Task goal: Go through the records below and show every line with the string "available".

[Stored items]
══════════════════════════════

//! `evolve`: a population of minima whose children descend.
//!
//! Children of points of any landscape come by differential variation towards the better ones, with factors adapted to
//! what succeeded (success-history adaptation, Tanabe and Fukunaga 2013; the size falls while nothing succeeds, after
//! their population-size reduction of 2014, by stagnation here, since a hunt has no fixed end). Children of clouds come
//! by cut and splice (Deaven and Ho 1995). Some are mutants. A child near a member may replace only that one, so that the
//! population does not collapse onto one funnel. A population that has gone stale is given up for a new one.
//!
//! Doubted and left out: variants that adapt a covariance. On the general set of `tests/suite/landscapes.rs` none of
//! their published figures beats descents with exact gradients, which learn the same curvature.

use rand::{Rng, RngExt};
use rand_chacha::ChaCha8Rng;

use crate::base::order::Total;

use super::geometry::{centroid_of, distance, points_of, usual_contact};
use super::moves::{Move, general};
use super::proposer::{Arrival, Place, Proposed, Proposer, Scene};
use super::structure::Structure;
use super::task::Proposal;

/// Members of a new population.
const MEMBERS: usize = 10;
/// Members of one that has shrunk before it is given up.
const FEWEST: usize = 4;
/// Pairs of factors that are remembered.
const HISTORY: usize = 6;
/// The share of mutants.
const MUTANTS: f64 = 0.15;
/// The share of beginnings that take up a low minimum met by others.
const ADOPTED: f64 = 0.25;
/// The low minima that they choose among.
const ADOPTABLE: usize = 40;
/// Members nearer than this, in units of the start region, are of one niche.
const NICHE: f64 = 0.02;
/// The same for clouds: the root mean square difference of sorted radii in usual contacts.
const CLOUD_NICHE: f64 = 0.04;

/// The heuristic.
pub struct Evolve {
    population: Vec<Member>,
    capacity: usize,
    /// Counts populations: a child of an earlier one does not enter.
    age: u32,
    idle: u32,
    patience: u32,
    history: [Factors; HISTORY],
    next_history: usize,
    flights: std::collections::BTreeMap<u64, Flight>,
    next_mark: u64,
}

#[derive(Clone)]
struct Member {
    place: Place,
    /// What niches are told by: the sorted radii of the first cloud, or the point itself.
    niche: Vec<f64>,
}

/// The factor of differences and the share of unknowns that cross over.
#[derive(Clone, Copy)]
struct Factors {
    difference: f64,
    crossover: f64,
}

struct Flight {
    age: u32,
    /// The parent's value and the factors, for a child of differential variation.
    varied: Option<(f64, Factors)>,
    beginning: bool,
}

impl Evolve {
    /// No population yet.
    pub fn new(structure: &Structure) -> Self {
        Evolve {
            population: Vec::new(),
            capacity: MEMBERS,
            age: 0,
            idle: 0,
            patience: if structure.clouds.is_empty() { 60 + 6 * structure.n_unknowns().min(40) as u32 } else { 120 },
            history: [Factors { difference: 0.5, crossover: 0.5 }; HISTORY],
            next_history: 0,
            flights: std::collections::BTreeMap::new(),
            next_mark: 0,
        }
    }

    /// One of the better members: the better of two drawn.
    fn tournament(&self, rng: &mut impl Rng) -> &Member {
        let n = self.population.len();
        // The population is kept lowest first.
        &self.population[rng.random_range(0..n).min(rng.random_range(0..n))]
    }

    fn begin(&self, scene: &Scene<'_>, rng: &mut impl Rng) -> Proposal {
        if rng.random::<f64>() < ADOPTED && !scene.ledger.is_empty() {
            let chosen = rng.random_range(0..scene.ledger.len().min(ADOPTABLE));
            if let Some(from) = scene.ledger.entries().nth(chosen).and_then(|entry| scene.ledger.point(entry.id())) {
                let kind = Move::draw(&Move::available(scene.structure), rng);
                return Proposal::Moved { from, kind, step: 0.1 };
            }
        }
        Proposal::Uniform
    }

    /// Current to one of the best, plus a difference of two (Zhang and Sanderson 2009), crossed with the parent.
    fn vary(&self, scene: &Scene<'_>, factors: Factors, parent: &Member, rng: &mut impl Rng) -> Vec<f64> {
        let structure = scene.structure;
        let best = &self.population[rng.random_range(0..(self.population.len() / 4).max(1))].place.at;
        let first = &self.population[rng.random_range(0..self.population.len())].place.at;
        // The second may be any minimum met: the ledger is the archive.
        let second = match scene.met.get(rng.random_range(0..2 * scene.met.len().max(1))) {
            Some(&entry) => scene.ledger.point(entry),
            None => None,
        };
        let second =
            second.unwrap_or_else(|| self.population[rng.random_range(0..self.population.len())].place.at.clone());
        let mut at = parent.place.at.to_vec();
        let chosen = rng.random_range(0..at.len());
        for (slot, x) in at.iter_mut().enumerate() {
            if slot == chosen || rng.random::<f64>() < factors.crossover {
                let toward = structure.difference(slot, best[slot], *x);
                let aside = structure.difference(slot, first[slot], second[slot]);
                *x += factors.difference * (toward + aside);
            }
        }
        at
    }

    fn mutate(&self, scene: &Scene<'_>, rng: &mut impl Rng) -> Proposal {
        let from = self.tournament(rng).place.at.clone();
        let kind = if scene.structure.clouds.is_empty() {
            [Move::One, Move::Afresh, Move::Some, Move::All][rng.random_range(0..4)]
        } else {
            Move::draw(&Move::available(scene.structure), rng)
        };
        Proposal::Moved { from, kind, step: 0.1 }
    }

    /// Drawn about a remembered pair, as its inventors say: the difference from a Cauchy law, the crossover from a normal
    /// one, here by sums of uniform numbers, whose tails do not matter.
    fn draw_factors(&self, rng: &mut impl Rng) -> Factors {
        let about = self.history[rng.random_range(0..HISTORY)];
        let turn = crate::numbers::functions::tangent(std::f64::consts::PI * (0.96 * rng.random::<f64>() - 0.48));
        let bell = (0..3).map(|_| rng.random::<f64>()).sum::<f64>() * 2.0 - 3.0;
        Factors {
            difference: (about.difference + 0.1 * turn).clamp(0.05, 1.0),
            crossover: (about.crossover + 0.1 * bell).clamp(0.0, 1.0),
        }
    }

    fn learn(&mut self, factors: Factors) {
        let slot = &mut self.history[self.next_history % HISTORY];
        // Each success pulls the remembered pair half way: the means of a generation have no place in a stream of children.
        slot.difference += 0.5 * (factors.difference - slot.difference);
        slot.crossover += 0.5 * (factors.crossover - slot.crossover);
        self.next_history += 1;
    }

    /// Takes a child in, or not; says whether the population is better for it.
    fn settle(&mut self, structure: &Structure, child: Member) -> bool {
        if self.population.iter().any(|member| member.place.entry == child.place.entry) {
            return false;
        }
        let nearest = (0..self.population.len())
            .map(|number| (Total(niche_distance(structure, &self.population[number].niche, &child.niche)), number))
            .min();
        let radius = if structure.clouds.is_empty() { NICHE } else { CLOUD_NICHE };
        match nearest {
            Some((Total(apart), number)) if apart < radius => {
                if !self.population[number].place.is_above(child.place.value) {
                    return false;
                }
                self.population[number] = child;
            }
            _ if self.population.len() < self.capacity => self.population.push(child),
            _ => match self.population.last_mut() {
                Some(worst) if worst.place.is_above(child.place.value) => *worst = child,
                _ => return false,
            },
        }
        self.population.sort_by_key(|member| (Total(member.place.value), member.place.entry));
        true
    }

    fn grow_idle(&mut self) {
        self.idle += 1;
        if self.idle < self.patience {
            return;
        }
        self.idle = 0;
        if self.capacity > FEWEST {
            self.capacity = (3 * self.capacity / 4).max(FEWEST);
            self.population.truncate(self.capacity);
            return;
        }
        self.population.clear();
        self.capacity = MEMBERS;
        self.age += 1;
    }
}

impl Proposer for Evolve {
    fn propose(&mut self, scene: &Scene<'_>, _turn: u64, rng: &mut ChaCha8Rng) -> Proposed {
        let mark = self.next_mark;
        self.next_mark += 1;
        let cloud = !scene.structure.clouds.is_empty();
        let mut flight = Flight { age: self.age, varied: None, beginning: false };
        let proposal =
            if self.population.len() < FEWEST || (self.population.len() < self.capacity && rng.random::<f64>() < 0.5) {
                flight.beginning = true;
                self.begin(scene, rng)
            } else if rng.random::<f64>() < MUTANTS {
                self.mutate(scene, rng)
            } else if cloud {
                let mother = self.tournament(rng).place.at.clone();
                let father = self.population[rng.random_range(0..self.population.len())].place.at.clone();
                Proposal::Spliced { mother, father }
            } else {
                let factors = self.draw_factors(rng);
                let parent = &self.population[rng.random_range(0..self.population.len())];
                flight.varied = Some((parent.place.value, factors));
                let mut at = self.vary(scene, factors, parent, rng);
                if at[..] == parent.place.at[..] {
                    general::one(scene.structure, &mut at, rng);
                }
                scene.structure.bring_inside(&mut at);
                Proposal::Point(at.into())
            };
        // A child above the worst member of a full population has no place.
        let full = self.population.len() >= self.capacity;
        let ceiling = self.population.last().filter(|_| full).map_or(f64::INFINITY, |worst| worst.place.value);
        self.flights.insert(mark, flight);
        Proposed { proposal, mark, fill: cloud, ceiling }
    }

    fn arrive(&mut self, scene: &Scene<'_>, arrival: Arrival, _rng: &mut ChaCha8Rng) {
        let Some(flight) = self.flights.remove(&arrival.mark) else { return };
        if flight.age != self.age {
            return;
        }
        let Some(place) = arrival.place else { return self.grow_idle() };
        let value = place.value;
        let niche = niche_of(scene.structure, &place.at);
        if self.settle(scene.structure, Member { place, niche }) {
            if !flight.beginning {
                self.idle = 0;
            }
            if let Some((parent, factors)) = flight.varied
                && value < parent
            {
                self.learn(factors);
            }
        } else {
            self.grow_idle();
        }
    }
}

fn niche_of(structure: &Structure, at: &[f64]) -> Vec<f64> {
    let Some(cloud) = structure.clouds.first() else { return at.to_vec() };
    let points = points_of(cloud, at);
    let (centroid, contact) = (centroid_of(&points), usual_contact(&points));
    let mut radii: Vec<Total> = points.iter().map(|point| Total(distance(point, &centroid) / contact)).collect();
    radii.sort();
    radii.into_iter().map(|radius| radius.0).collect()
}

fn niche_distance(structure: &Structure, left: &[f64], right: &[f64]) -> f64 {
    if structure.clouds.is_empty() {
        let relative = |slot: usize| structure.difference(slot, left[slot], right[slot]).abs() / structure.scale[slot];
        return (0..left.len()).map(relative).fold(0.0, f64::max);
    }
    let square: f64 = left.iter().zip(right).map(|(a, b)| (a - b) * (a - b)).sum();
    (square / left.len() as f64).sqrt()
}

══════════════════════════════

Exercise answer:
                let kind = Move::draw(&Move::available(scene.structure), rng);
            Move::draw(&Move::available(scene.structure), rng)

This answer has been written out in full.